# Homework Help: Abs max/min

1. Jul 20, 2008

### fk378

1. The problem statement, all variables and given/known data
Find the absolute max and min values of f on the set D.

f(x,y)=4xy^3 - (x^2)(y^2) - xy^3
D is the closed triangular region in the xy-plane with vertices (0,0) (0,6) and (6,0).

3. The attempt at a solution
I found my two critical points to be (1,2) and (2,0). Then I tried to evaluate the boundary points:
1) 0<x<6, y=0
2) 0<y<6, x=0
3) (6-y, y) because the third boundary line is y= -x+6

I don't know how to solve for the last boundary line though. I plugged in x=6-y in the original equation, got the expression (2y^3)-(12y^2). Do I just plug in numbers now?

My book gets (2,4) for the absolute min, which is a point on this 3rd boundary line. I just don't see how to come up with the point, though.

2. Jul 20, 2008

### HallsofIvy

Did you write this correctly?
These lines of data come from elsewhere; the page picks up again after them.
"""Every kind of NetCDF flowpipe writes is CF-1.11 clean and ACDD-1.3 annotated.

External checks:
* compliance-checker (IOOS), suite ``cf:1.11``, which implements the NetCDF
  Climate and Forecast (CF) Metadata Conventions 1.11 (Eaton et al., 2023)
  with the CF standard-name table it ships (version 93): zero errors (its
  high-priority failures, printed under "Errors");
* compliance-checker suite ``acdd:1.3`` and the attribute list of the
  Attribute Convention for Data Discovery 1.3 (Earth Science Information
  Partners, https://wiki.esipfed.org/Attribute_Convention_for_Data_Discovery_1-3):
  every "highly recommended" attribute present;
* UDUNITS-2 (through cf-units): units of each standard name convertible to
  the canonical units of the CF standard-name table.
"""

from __future__ import annotations

import json
import re
import xml.etree.ElementTree as ET
from pathlib import Path

import cf_units
import compliance_checker
import numpy as np
import pytest
import xarray as xr
from compliance_checker.runner import CheckSuite, ComplianceChecker

import flowpipe as fp
from flowpipe import annotate, contours
from flowpipe.choices import WIND_PRODUCTS

ROOT = Path(__file__).resolve().parents[1]
GLOBAL = ROOT / "sample_data" / "demo_global.nc"
REGIONAL = ROOT / "sample_data" / "demo_regional.nc"
#: Earth radius for the synthetic fields only (any plausible value will do).
RADIUS = 6.371e6


def _ddx(field: np.ndarray, coordinate: np.ndarray, axis: int) -> np.ndarray:
    return np.gradient(field, coordinate, axis=axis)


def decomposition_like(wind: xr.Dataset, harmonic: bool = False) -> xr.Dataset:
    """A Dataset with the contract's variables on the grid of a canonical wind.

    Smooth synthetic streamfunction and velocity potential; their winds from
    centred differences (u_psi = -dpsi/(a dphi), v_psi = dpsi/(a cos phi dlambda),
    u_chi = dchi/(a cos phi dlambda), v_chi = dchi/(a dphi)); vorticity and
    divergence from the same formulas applied to the synthetic winds, missing
    poleward of 85 degrees.
    """
    phi = np.radians(wind["latitude"].values)[:, None]
    lam = np.radians(wind["longitude"].values)[None, :]
    shape = wind["u"].shape
    lead = np.arange(int(np.prod(shape[:-2]))).reshape(shape[:-2] + (1, 1))
    coslat = np.maximum(np.cos(phi), 1e-6)
    psi = RADIUS * (-15.0 * np.sin(phi) + 8.0 * np.cos(phi) ** 2 * np.sin(phi)
                    * np.sin(2 * lam + 0.2 * lead))
    chi = RADIUS * 1.5 * np.cos(phi) ** 3 * np.sin(lam - 0.1 * lead) * (1 + 0.2 * np.sin(phi))
    fields = {
        "streamfunction": psi,
        "velocity_potential": chi,
        "u_rotational": -_ddx(psi, phi[:, 0], -2) / RADIUS,
        "v_rotational": _ddx(psi, lam[0], -1) / (RADIUS * coslat),
        "u_divergent": _ddx(chi, lam[0], -1) / (RADIUS * coslat),
        "v_divergent": _ddx(chi, phi[:, 0], -2) / RADIUS,
    }
    fields["vorticity"] = (_ddx(fields["v_rotational"], lam[0], -1)
                           - _ddx(fields["u_rotational"] * coslat, phi[:, 0], -2)) / (
        RADIUS * coslat)
    fields["divergence"] = (_ddx(fields["u_divergent"], lam[0], -1)
                            + _ddx(fields["v_divergent"] * coslat, phi[:, 0], -2)) / (
        RADIUS * coslat)
    polar = np.abs(np.degrees(phi)) > 85.0  # differences by cos(phi) are poor there:
    for name in ("vorticity", "divergence"):  # leave them missing (CF _FillValue)
        fields[name] = np.where(polar, np.nan, fields[name])
    if harmonic:
        fields["u_harmonic"] = np.full(shape, 1.5)
        fields["v_harmonic"] = np.full(shape, -0.5)
    ds = xr.Dataset(
        {name: (wind["u"].dims, np.broadcast_to(value, shape).astype(np.float64),
                annotate.variable_attrs(name)) for name, value in fields.items()},
        coords={name: wind[name] for name in wind["u"].dims},
    )
    ds.attrs.update(annotate.global_attrs(
        wind, title="synthetic decomposition", summary="Synthetic fields for tests.",
        references="none: synthetic"))
    ds.attrs["input_files"] = wind.attrs["input_files"]
    return ds


def trajectory_like(ntraj: int = 5, nobs: int = 31, vertical: bool = True,
                    backward: bool = False) -> xr.Dataset:
    """A CF trajectory Dataset (incomplete multidimensional array, CF 1.11 H.4.2)."""
    sign = -1 if backward else 1
    hours = sign * np.arange(nobs, dtype=np.float64)
    start = np.datetime64("2026-01-12T00:00", "ns")
    time = start + (hours * 3600e9).astype("m8[ns]")
    k = np.arange(ntraj, dtype=np.float64)[:, None]
    lat = 50.0 + 2.0 * k + 0.25 * np.abs(hours)[None, :] * np.cos(0.1 * hours + k)
    lon = -25.0 + 3.0 * k + 0.8 * np.abs(hours)[None, :]
    pressure = 850.0 - 10.0 * np.abs(hours)[None, :] * (1 + 0.2 * k)
    ta = 270.0 - 0.1 * np.abs(hours)[None, :] - k
    variables = {
        "time": (("trajectory", "obs"), np.broadcast_to(time, (ntraj, nobs)).copy(),
                 {"standard_name": "time"}),
        "latitude": (("trajectory", "obs"), lat,
                     {"standard_name": "latitude", "units": "degrees_north"}),
        "longitude": (("trajectory", "obs"), lon,
                      {"standard_name": "longitude", "units": "degrees_east"}),
        "trajectory": ("trajectory", np.arange(ntraj, dtype=np.int32),
                       {"cf_role": "trajectory_id", "long_name": "trajectory number"}),
        "status": ("trajectory", np.array([0, 1, 2, 0, 0][:ntraj] + [0] * (ntraj - 5),
                                          dtype=np.int8),
                   {"flag_values": [0, 1, 2],
                    "flag_meanings": "completed left_the_domain hit_the_ground",
                    "long_name": "how the trajectory ended"}),
        "ta": (("trajectory", "obs"), ta, {"standard_name": "air_temperature", "units": "K"}),
    }
    if vertical:
        variables["pressure"] = (("trajectory", "obs"), pressure,
                                 {"standard_name": "air_pressure", "units": "hPa",
                                  "positive": "down"})
    ds = xr.Dataset(variables, attrs={"featureType": "trajectory"})
    cut = nobs * 2 // 3  # the second track ends early: padded with missing values
    for name in ("latitude", "longitude", "ta", *(("pressure",) if vertical else ())):
        ds[name][1, cut:] = np.nan
    ds["time"][1, cut:] = np.datetime64("NaT", "ns")
    return ds


def check(path: Path, suites: tuple[str, ...] = ("cf:1.11", "acdd:1.3")) -> dict:
    """Run compliance-checker in-process; its JSON report, by suite."""
    CheckSuite.load_all_available_checkers()
    report = path.with_suffix(".json")
    ComplianceChecker.run_checker(str(path), list(suites), 0, "normal",
                                  output_filename=str(report), output_format="json")
    return json.loads(report.read_text())


def _failures(result: dict, priority: str) -> list[str]:
    return [f"{item['name']}: {msg}" for item in result[f"{priority}_priorities"]
            for msg in item["msgs"]]


def below_ground(wind):
    """The wind missing in a block of points (a plateau below the ground, invented)."""
    u = wind["u"].where(~((wind.latitude > 25) & (wind.latitude < 40)
                          & (wind.longitude > 80) & (wind.longitude < 100)))
    return wind.assign(u=u, v=wind["v"].where(u.notnull()))


def lowest_below_ground(wind):
    """The plateau of :func:`below_ground` at the lowest level only."""
    return below_ground(wind).where(wind.level == wind.level.max(), wind)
Why not just 3xy3- x2y2?

f(x, 0)= 0 so that's easy.

f(0,y)= 0 so that's easy.

If what you wrote before is correct, f(6-y,y) will be a fourth degree polynomial, not a cubic. In any case, what every you get as a function of y alone, with y between 0 and 6, you differentiate and set equal to 0 to find the max or min.
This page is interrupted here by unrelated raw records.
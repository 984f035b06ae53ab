"""Progress bars: on a terminal only, never in a pipe or under --quiet.

External checks: the Python standard library's ``pty`` module gives the command a
pseudo-terminal as standard error (``isatty()`` is then true, POSIX ``isatty(3)``),
and tqdm draws its bars with carriage returns and ``N/M`` counts
(tqdm documentation, "Usage"); a pipe is no terminal.
"""

from __future__ import annotations

import fcntl
import io
import os
import pty
import struct
import subprocess
import sys
import termios
from pathlib import Path

import numpy as np
import pytest
import xarray as xr
from tqdm import tqdm
from windfiles import small_global_file


@pytest.fixture(scope="module")
def wind_file(tmp_path_factory) -> Path:
    directory = tmp_path_factory.mktemp("progress")
    return small_global_file(directory, 3)


def _on_terminal(args: list[str]) -> tuple[int, str]:
    """Run flowpipe with a pseudo-terminal as standard error; exit code and what it showed."""
    master, slave = pty.openpty()
    # a terminal of 24 rows of 100 columns (a new pseudo-terminal has no size)
    fcntl.ioctl(slave, termios.TIOCSWINSZ, struct.pack("HHHH", 24, 100, 0, 0))
    proc = subprocess.Popen([sys.executable, "-m", "flowpipe", *args], stdin=subprocess.DEVNULL,
                            stdout=subprocess.DEVNULL, stderr=slave)
    os.close(slave)
    shown = b""
    while True:
        try:
            block = os.read(master, 4096)
        except OSError:  # EIO: the command closed the terminal
            break
        if not block:
            break
        shown += block
    os.close(master)
    return proc.wait(), shown.decode(errors="replace")


def _decompose(wind_file: Path, tmp_path: Path, *extra: str) -> list[str]:
    return ["decompose", str(wind_file), "-o", str(tmp_path / "out.nc"), *extra]


def test_decompose_shows_slabs_on_a_terminal(wind_file, tmp_path):
    code, shown = _on_terminal(_decompose(wind_file, tmp_path))
    assert code == 0
    assert "decompose" in shown and "slab" in shown
    assert "6/6" in shown  # 3 times x 2 levels, all done
    assert "\r" in shown  # redrawn in place


def test_nothing_on_standard_error_without_a_terminal(wind_file, tmp_path):
    proc = subprocess.run([sys.executable, "-m", "flowpipe", *_decompose(wind_file, tmp_path)],
                          capture_output=True, check=False)
    assert proc.returncode == 0
    assert proc.stderr == b""
    assert b"wrote" in proc.stdout


def test_quiet_shows_nothing_on_a_terminal(wind_file, tmp_path):
    code, shown = _on_terminal(_decompose(wind_file, tmp_path, "--quiet"))
    assert code == 0
    assert shown == ""


def test_advect_shows_time_slices_on_a_terminal(wind_file, tmp_path):
    code, shown = _on_terminal(["advect", str(wind_file), "-o", str(tmp_path / "tracks.nc"),
                                "--start", "40,10,850", "--hours", "12"])
    assert code == 0
    assert "advect" in shown and "time slice" in shown
    assert "3/3" in shown  # the 6-hourly wind's times 0, 6 and 12 h read, all of them


def test_batch_run_shows_steps_on_a_terminal(wind_file, tmp_path):
    config = tmp_path / "night.toml"
    config.write_text(f'[input]\npaths = ["{wind_file}"]\n\n[decompose]\n\n'
                      '[output]\ndirectory = "out"\n')
    code, shown = _on_terminal(["run", str(config)])
    assert code == 0
    assert "1/1" in shown and "step" in shown
    assert "run: " in shown  # the bar says what it counts, as decompose's does


@pytest.fixture(scope="module")
def regional_file(tmp_path_factory) -> Path:
    """A limited-area level (invented: a vortex over a 40x40 box) with a disc below the ground."""
    lat = np.linspace(30.0, 50.0, 40)
    lon = np.linspace(-10.0, 10.0, 40)
    y, x = np.meshgrid(lat - 40.0, lon, indexing="ij")
    u, v = -y * np.exp(-(x**2 + y**2) / 50), x * np.exp(-(x**2 + y**2) / 50)
    ground = (y - 4) ** 2 + (x + 3) ** 2 < 9
    attrs = {"u": {"standard_name": "eastward_wind", "units": "m s-1"},
             "v": {"standard_name": "northward_wind", "units": "m s-1"}}
    wind = xr.Dataset({name: (("latitude", "longitude"), np.where(ground, np.nan, field),
                              attrs[name]) for name, field in (("u", u), ("v", v))},
                      coords={"latitude": ("latitude", lat, {"units": "degrees_north"}),
                              "longitude": ("longitude", lon, {"units": "degrees_east"})})
    path = tmp_path_factory.mktemp("progress_regional") / "box.nc"
    wind.to_netcdf(path)
    return path


def test_regional_decompose_shows_its_solver_notes_on_a_terminal(regional_file, tmp_path):
    code, shown = _on_terminal(_decompose(regional_file, tmp_path))
    assert code == 0
    assert "1/1" in shown and "slab" in shown
    # the first note is always drawn (tqdm's postfix after the counts, tqdm docs "Usage")
    assert "building the" in shown


def test_regional_quiet_shows_no_notes(regional_file, tmp_path):
    code, shown = _on_terminal(_decompose(regional_file, tmp_path, "--quiet"))
    assert code == 0
    assert shown == ""


def test_a_bar_shows_the_iterations_of_a_slab(monkeypatch):
    """The CG iterations of a variational solve reach a bar taking notes, off the counts."""
    from flowpipe import progress
    from flowpipe.regional import cache, solvers

    monkeypatch.setattr(progress, "NOTE_INTERVAL", 0.0)  # draw every note
    lat, lon = np.linspace(30.0, 50.0, 30), np.linspace(-10.0, 10.0, 30)
    grid = cache.staggered_grid(lat, lon, False)
    solver = solvers.VariationalSolver(grid, np.ones(grid.shape, bool), 1e-10)
    y, x = np.meshgrid(lat - 40.0, lon, indexing="ij")
    wind = np.stack([-y * np.exp(-(x**2 + y**2) / 50), x * np.exp(-(x**2 + y**2) / 50)])
    shown = io.StringIO()
    with progress.TaskBar(tqdm(total=1, file=shown, disable=False), notes=True):
        _, iterations = solver.solve(wind)
    assert iterations > 1
    assert f"CG iteration {iterations - 1}/" in shown.getvalue()
    assert "s left" in shown.getvalue()
    quiet = io.StringIO()
    with progress.TaskBar(tqdm(total=1, file=quiet, disable=True), notes=True):
        solver.solve(wind)
    assert quiet.getvalue() == ""



def test_a_warning_clears_the_bar_and_has_a_line_of_its_own(monkeypatch):
    """A warning shown while a bar is drawn: the bar's line is blanked and the cursor back at
    its start (carriage return, spaces, carriage return: tqdm's own clearing, tqdm
    documentation "Writing messages") before the warning, and the bar is drawn again after
    it; once the bar is closed, warnings are shown as before."""
    import warnings

    from flowpipe import progress

    shown = io.StringIO()

    def show(message, *args, **kwargs):  # as the command shows them (flowpipe.cli)
        print(f"warning: {message}", file=shown)

    monkeypatch.setattr(warnings, "showwarning", show)
    before = warnings.showwarning
    with warnings.catch_warnings():
        warnings.simplefilter("always")
        with progress.TaskBar(tqdm(total=2, file=shown, disable=False, unit="slab")) as task:
            task.progress.update(1)
            warnings.warn("a level below the ground", UserWarning, stacklevel=1)
            task.progress.update(1)
    ahead, behind = shown.getvalue().split("a level below the ground", 1)
    line = ahead.rsplit("\n", 1)[-1].split("\r")  # the warning's line, by carriage returns
    assert "slab" not in line[-1] and line[-2].strip() == "" and "slab" in line[-3], line
    assert "2/2" in behind.split("\n", 1)[1], behind  # the bar, drawn again below it
    assert warnings.showwarning is before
Last edited by a moderator: Jul 21, 2008
3. Jul 20, 2008

### fk378

Sorry! It is a typo. It should read:
Find the absolute max and min values of f on the set D.

f(x,y)=4xy^2 - (x^2)(y^2) - xy^3

So, if the other values of f(0,y) and f(x,0) did not give values of 0, would I also need to differentiate their functions and find the critical points there as well?